§ The task
Which lines below fall between the one containing "0.25, diameterStepMm: 0.1" and the one containing "const freeLengthMm = (bodyCoils"? Repeat them exactly, counting both of those lines, and add nothing else.

§ Stored entries
----

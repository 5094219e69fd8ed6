import fc from 'fast-check'
import { describe, expect, it } from 'vitest'
import { evaluateExtension, sizeSpring, type ExtensionInput, type ExtensionSizeRequest, type SizedDesignOf } from '#shared/spring'
import { hookLengthMm } from '../../../shared/spring/mechanics/extension/hooks'
import { HOOK_FORMS } from '../../../shared/spring/codes'
import { EN_CODES, makeWires } from './springs'

const catalogue = makeWires(...EN_CODES)
const someWires = catalogue.filter((_, i) => i % 6 === 0)
const fewWires = catalogue.filter((_, i) => i % 15 === 3)

const bounded = (min: number, max: number) => fc.double({ min, max, noNaN: true })
const maybe = <T>(value: fc.Arbitrary<T>) => fc.option(value, { nil: undefined })
const conditions = {
  method: fc.constantFrom('en13906' as const, 'wahl' as const),
  duty: maybe(fc.record({ cycles: fc.constantFrom(1e3, 1e6) })),
  toleranceGrade: fc.constantFrom(1 as const, 2 as const, 3 as const),
  hook: maybe(fc.record({ form: fc.constantFrom(...HOOK_FORMS) })),
  fit: maybe(fc.record({ boreMm: maybe(bounded(8, 60)), rodMm: maybe(bounded(2, 10)), maxFreeLengthMm: maybe(bounded(30, 200)), maxSolidLengthMm: maybe(bounded(15, 100)) })),
}
const first = { L: bounded(25, 150), F: bounded(2, 200) }
const twoPoints: fc.Arbitrary<ExtensionSizeRequest> = fc.record({ ...first, travel: bounded(5, 80), more: bounded(2, 200), ...conditions })
  .map(({ L, F, travel, more, ...rest }) => ({ kind: 'extension', points: [{ lengthMm: L, forceN: F }, { lengthMm: L + travel, forceN: F + more }], ...rest }))
const withRate: fc.Arbitrary<ExtensionSizeRequest> = fc.record({ ...first, rateNPerMm: bounded(0.1, 10), ...conditions })
  .map(({ L, F, ...rest }) => ({ kind: 'extension', points: [{ lengthMm: L, forceN: F }], ...rest }))
const withFreeLength: fc.Arbitrary<ExtensionSizeRequest> = fc.record({ ...first, shorter: bounded(2, 60), ...conditions })
  .map(({ L, F, shorter, ...rest }) => ({ kind: 'extension', points: [{ lengthMm: L, forceN: F }], freeLengthMm: Math.max(8, L - shorter), ...rest }))
const oneLoad: fc.Arbitrary<ExtensionSizeRequest> = fc.record({ ...first, ...conditions })
  .map(({ L, F, ...rest }) => ({ kind: 'extension', points: [{ lengthMm: L, forceN: F }], ...rest }))
const anyForm = fc.oneof(twoPoints, withRate, withFreeLength, oneLoad)

const stops = (input: ExtensionInput) => evaluateExtension(input).checks.filter(c => !c.ok && c.severity === 'stop').map(c => c.code)
const designsOf = (request: ExtensionSizeRequest, wires = someWires) =>
  sizeSpring(request, wires, { explainConflict: false }).designs as readonly SizedDesignOf<'extension'>[]

describe('what an extension design is', () => {
  it('meets the request and passes every stop check when its spring is evaluated again', () => {
    let found = 0
    fc.assert(fc.property(anyForm, (request) => {
      for (const design of designsOf(request)) {
        found++
        const again = evaluateExtension(design.spring)
        expect(stops(design.spring)).toEqual([])
        request.points.forEach((point, i) => expect((again.points[i]?.forceN ?? 0) / point.forceN).toBeCloseTo(1, 7))
        if (request.rateNPerMm !== undefined) expect(again.rateNPerMm / request.rateNPerMm).toBeCloseTo(1, 8)
        if (request.freeLengthMm !== undefined) expect(design.freeLengthMm / request.freeLengthMm).toBeCloseTo(1, 8)
        expect(again.massG).toBeCloseTo(design.objectiveValue, 8)
      }
    }), { numRuns: 150, seed: 11 })
    expect(found).toBeGreaterThan(60)
  }, 60_000)

  it('takes whole steps of body coils and diameter where they are asked, with forces within 1 %', () => {
    let found = 0
    fc.assert(fc.property(anyForm, (request) => {
      for (const design of designsOf({ ...request, coilStep: 0.25, diameterStepMm: 0.1 })) {
        found++
        expect(design.totalCoils * 4).toBeCloseTo(Math.round(design.totalCoils * 4), 9)
        expect(design.meanDiameterMm * 10).toBeCloseTo(Math.round(design.meanDiameterMm * 10), 9)
        expect(stops(design.spring)).toEqual([])
        request.points.forEach((point, i) => expect(Math.abs((design.evaluation.points[i]?.forceN ?? 0) / point.forceN - 1)).toBeLessThan(0.010001))
      }
    }), { numRuns: 80, seed: 12 })
    expect(found).toBeGreaterThan(30)
  }, 60_000)
})

/** The lightest passing spring over a grid of diameters (and of coils, where the request leaves them), the slow way: by evaluating each. */
function lightestOnGrid(request: ExtensionSizeRequest): { massG: number, feasibleWires: number } {
  let massG = Infinity
  let feasibleWires = 0
  const [p1, p2] = request.points
  if (!p1) throw new Error('a point is needed')
  const form = request.hook?.form ?? 'full-loop'
  for (const wire of fewWires) {
    const d = wire.wireDiameterMm
    let any = false
    for (let i = 0; i <= 80; i++) {
      const D = d * (4 + (16 * i) / 80)
      const hooks = 2 * hookLengthMm(form, D, d)
      // One coil tells rate and hooks' coils; the rest follows by proportion.
      const one = evaluateExtension({ kind: 'extension', material: wire.material, wireDiameterMm: d, meanDiameterMm: D, bodyCoils: 1, initialTensionN: 0 })
      const perCoil = one.rateNPerMm * one.activeCoils
      const rate = p2 ? (p2.forceN - p1.forceN) / (p2.lengthMm - p1.lengthMm) : request.rateNPerMm
      const counts = rate !== undefined
        ? [perCoil / rate - one.coilsEquivalent]
        : request.freeLengthMm !== undefined
          ? [(request.freeLengthMm - hooks) / d - 1]
          : Array.from({ length: 60 }, (_, k) => 3 * 1.06 ** k)
      for (const bodyCoils of counts) {
        if (!(bodyCoils >= 0.1) || bodyCoils > 900) continue
        const freeLengthMm = (bodyCoils + 1) * d + hooks
        const R = perCoil / (bodyCoils + one.coilsEquivalent)
        const result = evaluateExtension({
          kind: 'extension', material: wire.material, wireDiameterMm: d, meanDiameterMm: D, bodyCoils, insideHooksFreeLengthMm: freeLengthMm,
          initialTensionN: p1.forceN - R * (p1.lengthMm - freeLengthMm), hook: request.hook, method: request.method, duty: request.duty,
          toleranceGrade: request.toleranceGrade, fit: request.fit, points: request.points.map(({ lengthMm }) => ({ lengthMm })),
        })
        if (result.checks.some(c => !c.ok && c.severity === 'stop')) continue
        any = true
        massG = Math.min(massG, result.massG)
      }
    }
    if (any) feasibleWires++
  }
  return { massG, feasibleWires }
}

describe('the best extension spring', () => {
  it.each([['two loads', twoPoints], ['a load and a rate', withRate], ['a load and a free length', withFreeLength]] as const)(
    'is lighter than any of 80 diameters of every wire, and no wire that has one is missed: %s', (_, form) => {
      let compared = 0
      fc.assert(fc.property(form, (request) => {
        const { designs, searched } = sizeSpring(request, fewWires, { explainConflict: false })
        const grid = lightestOnGrid(request)
        expect(searched.feasibleWires).toBeGreaterThanOrEqual(grid.feasibleWires)
        if (grid.massG === Infinity) return
        compared++
        expect(designs[0]?.objectiveValue).toBeLessThanOrEqual(grid.massG * 1.001)
      }), { numRuns: 60, seed: 21 })
      expect(compared).toBeGreaterThan(3)
    }, 120_000)

  it('is lighter than any of 80 diameters and 60 counts of coils where one load is all that is asked', () => {
    let compared = 0
    fc.assert(fc.property(oneLoad, (request) => {
      const { designs } = sizeSpring(request, fewWires, { explainConflict: false })
      const grid = lightestOnGrid(request)
      if (grid.massG === Infinity) return
      compared++
      expect(designs[0]?.objectiveValue).toBeLessThanOrEqual(grid.massG * 1.001)
    }), { numRuns: 8, seed: 22 })
    expect(compared).toBeGreaterThan(2)
  }, 120_000)

  it('is the same every time, whatever the order of the wires', () => {
    const request: ExtensionSizeRequest = { kind: 'extension', points: [{ lengthMm: 60, forceN: 20 }, { lengthMm: 80, forceN: 50 }] }
    const answer = (wires: typeof catalogue) => designsOf(request, wires).map(d => [d.wireId, d.meanDiameterMm, d.objectiveValue])
    expect(answer([...catalogue].reverse())).toEqual(answer(catalogue))
  })
})

describe('why no extension spring fits', () => {
  it('names a smallest clash and changes that give a spring', () => {
    const request: ExtensionSizeRequest = { kind: 'extension', points: [{ lengthMm: 60, forceN: 20 }, { lengthMm: 80, forceN: 50 }], fit: { boreMm: 4 } }
    const { conflict } = sizeSpring(request, catalogue)
    expect(conflict?.requirements).toContain('fit.boreMm')
    const widened = conflict?.changes.find(change => change.path === 'fit.boreMm')
    expect(widened?.to).toBeGreaterThan(4)
    expect(sizeSpring({ ...request, fit: { boreMm: widened?.to } }, catalogue).designs.length).toBeGreaterThan(0)
    expect(sizeSpring({ ...request, fit: { boreMm: (widened?.to ?? 0) * 0.97 } }, catalogue, { explainConflict: false }).designs).toEqual([])
  })
})
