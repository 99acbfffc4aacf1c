"""From a result to a certificate of it."""

from __future__ import annotations

import datetime
import math
import platform
from fractions import Fraction
from typing import Any

import flint
import numpy as np

from realize import checker, forms
from realize.arithmetic.exact import ExactPath
from realize.arithmetic.modular import Clock
from realize.arithmetic.rational import RationalMatrix
from realize.arithmetic.similar import inverse_modulus, rank_modulus
from realize.entries import Kind, Reading, known_word, make_fraction, spell_fraction
from realize.errors import CertificateError, LimitError, UnsupportedEntryError
from realize.model.realization import Realization
from realize.model.transfer import TransferMatrix
from realize.nearness.distance import Distance
from realize.nearness.pencil import Pencil
from realize.proof.cover import radius, squares
from realize.proof.record import Certificate, Comparison, Difference, check
from realize.results import Echelon, Evidence, Reduction

__all__ = ["certify"]

Array = np.ndarray[Any, Any]

_TRIED = (Reading.STORED, Reading.WRITTEN)
"""The readings of a floating reduction that are tried when none is named; intended never leads."""

_MOST = 350_000
"""So many squares at most are looked at, and those that take the checker half of its work."""

_NARROW = 1e-11
"""Bounds nearer to each other than this are moved apart by that much."""
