def test_the_scorecard_in_text_and_in_json() -> None:
    """At most 80 columns; the counts of the dictionary are those of the results."""
    done = []
    card = score(
        lambda A, B, C, D: len(A), name="all states", progress=lambda *n: done.append(n), **EASY
    )
    assert done[-1] == (len(card.results), len(card.results))
    text = str(card)
    assert max(map(len, text.split("\n"))) <= 80
    assert text.startswith(f"all states: {card.right} of {len(card.results)} right")
    record = json.loads(json.dumps(card.to_dict(), allow_nan=False))
    assert record["right"] + record["wrong"] + record["crashed"] == record["problems"]
    for name, found in record["families"].items():
        by_hand = [r for r in record["results"] if r["family"] == name]
        assert found["right"] == sum(r["outcome"] == "right" for r in by_hand)
        assert found["right_by_difficulty"]["1"] == [
            sum(r["outcome"] == "right" and r["difficulty"] == 1 for r in by_hand),
            3,
        ]
    assert isinstance(card, Scorecard)
    assert repr(card).startswith("<Scorecard: all states, ")


def test_families_by_name_and_as_such() -> None:
    """Names and families are taken alike; a bare name is refused with what is wanted."""
    family = families()[0]
    by_name = score(lambda A, B, C, D: 0, [family.name], **EASY)
    assert [r.outcome for r in score(lambda A, B, C, D: 0, [family], **EASY).results] == [
        r.outcome for r in by_name.results
    ]
    with pytest.raises(UnsupportedEntryError, match="wanted a list"):
        score(lambda A, B, C, D: 0, family.name)
    with pytest.raises(UnknownWordError, match="no family"):
        score(lambda A, B, C, D: 0, ["no_such"])


# ------------------------------------------------------------------------- picture


def test_the_picture_shows_the_counts(tmp_path: Path) -> None:
    """A cell for each family and difficulty, its number of right answers in it; three kinds."""
    card = score(raises, ["hidden_modes", "buried_mode"], **EASY)
    figure = card.picture()
    axes = figure.axes[0]
    assert [text.get_text() for text in axes.texts] == ["0", "3 crashed"] * 4
    assert [label.get_text() for label in axes.get_yticklabels()] == ["hidden modes", "buried mode"]
    for ending in (".png", ".svg", ".pdf"):
        target = tmp_path / f"card{ending}"
        card.save_picture(target)
        assert target.stat().st_size > 1000
    with pytest.raises(UnsupportedEntryError, match=r"ends in \.png, \.svg, \.pdf"):
        card.save_picture(tmp_path / "card.doc")


def test_a_picture_opens_no_window() -> None:
    """The object interface alone: pyplot is not loaded."""
    heard = fresh(
        "import sys; from realize.testing import score\n"
        "score(lambda A, B, C, D: 4, ['near_cancellation'], seeds=[0]).picture()\n"
        "print('matplotlib.pyplot' in sys.modules)"
    )
    assert heard == "False"


def test_without_matplotlib_the_extra_is_named(monkeypatch: pytest.MonkeyPatch) -> None:
    """The error says what to install."""
    monkeypatch.setitem(sys.modules, "matplotlib.figure", None)
    with pytest.raises(NotBuiltError, match=r"install the extra plot"):
        score(raises, ["hidden_modes"], **EASY).picture()


# ------------------------------------------------------------------------- command line

USERS = """
import realize

def good(A, B, C, D):
    return realize.floating.minimal(realize.Realization(A, B, C, D)).order

def bad(A, B, C, D):
    return 1

thing = 3
"""


@pytest.fixture
def users_module(tmp_path: Path, monkeypatch: pytest.MonkeyPatch) -> str:
    """A module of somebody's in the current directory."""
    (tmp_path / "somebodys_routines.py").write_text(USERS, "utf-8")
    (tmp_path / "broken_routines.py").write_text("1 / 0", "utf-8")
    monkeypatch.chdir(tmp_path)
    monkeypatch.setattr(sys, "path", list(sys.path))
    return "somebodys_routines"


def command(*arguments: str) -> Any:
    """What `realize score` does."""
    return CliRunner().invoke(main, ["score", *arguments])


def test_realize_score(users_module: str, tmp_path: Path) -> None:
    """0 when all is right; 1 when not; JSON is the scorecard's dictionary; a picture is drawn."""
    few = ["--hardest", "1", "--seeds", "2", "--family", "hidden_modes"]
    done = command(f"{users_module}:good", *few, "--picture", "card.png")
    assert done.exit_code == 0, done.output
    assert done.stdout.startswith(f"{users_module}:good: 4 of 4 right, 0 wrong, 0 crashed\n")
    assert (tmp_path / "card.png").exists()
    done = command(f"{users_module}:bad", *few, "--json")
    assert done.exit_code == 1
    record = json.loads(done.stdout)
    assert (record["format"], record["problems"]) == ("realize-scorecard", 4)
    assert record["wrong"] == 4


@pytest.mark.parametrize(
    ("routine", "message"),
    [
        ("somebodys_routines", "wanted MODULE:FUNCTION"),
        ("no_such_module:f", "no_such_module cannot be imported: ModuleNotFoundError"),
        ("broken_routines:f", "broken_routines cannot be imported: ZeroDivisionError"),
        ("somebodys_routines:no_such", "somebodys_routines has no no_such"),
        ("somebodys_routines:thing", "is a int; wanted a function"),
    ],
)
@pytest.mark.usefixtures("users_module")
def test_a_routine_that_cannot_be_had_is_an_input_error(routine: str, message: str) -> None:
    """Status 2 and one line."""
    done = command(routine)
    assert done.exit_code == 2
    assert message in done.stderr
    assert done.stdout == ""
    with pytest.raises(UnsupportedEntryError):
        load_routine(routine)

----

§ Exercise solution
      for (const design of designsOf({ ...request, coilStep: 0.25, diameterStepMm: 0.1 })) {
        found++
        expect(design.totalCoils * 4).toBeCloseTo(Math.round(design.totalCoils * 4), 9)
        expect(design.meanDiameterMm * 10).toBeCloseTo(Math.round(design.meanDiameterMm * 10), 9)
        expect(stops(design.spring)).toEqual([])
        request.points.forEach((point, i) => expect(Math.abs((design.evaluation.points[i]?.forceN ?? 0) / point.forceN - 1)).toBeLessThan(0.010001))
      }
    }), { numRuns: 80, seed: 12 })
    expect(found).toBeGreaterThan(30)
  }, 60_000)
})

/** The lightest passing spring over a grid of diameters (and of coils, where the request leaves them), the slow way: by evaluating each. */
function lightestOnGrid(request: ExtensionSizeRequest): { massG: number, feasibleWires: number } {
  let massG = Infinity
  let feasibleWires = 0
  const [p1, p2] = request.points
  if (!p1) throw new Error('a point is needed')
  const form = request.hook?.form ?? 'full-loop'
  for (const wire of fewWires) {
    const d = wire.wireDiameterMm
    let any = false
    for (let i = 0; i <= 80; i++) {
      const D = d * (4 + (16 * i) / 80)
      const hooks = 2 * hookLengthMm(form, D, d)
      // One coil tells rate and hooks' coils; the rest follows by proportion.
      const one = evaluateExtension({ kind: 'extension', material: wire.material, wireDiameterMm: d, meanDiameterMm: D, bodyCoils: 1, initialTensionN: 0 })
      const perCoil = one.rateNPerMm * one.activeCoils
      const rate = p2 ? (p2.forceN - p1.forceN) / (p2.lengthMm - p1.lengthMm) : request.rateNPerMm
      const counts = rate !== undefined
        ? [perCoil / rate - one.coilsEquivalent]
        : request.freeLengthMm !== undefined
          ? [(request.freeLengthMm - hooks) / d - 1]
          : Array.from({ length: 60 }, (_, k) => 3 * 1.06 ** k)
      for (const bodyCoils of counts) {
        if (!(bodyCoils >= 0.1) || bodyCoils > 900) continue
        const freeLengthMm = (bodyCoils + 1) * d + hooks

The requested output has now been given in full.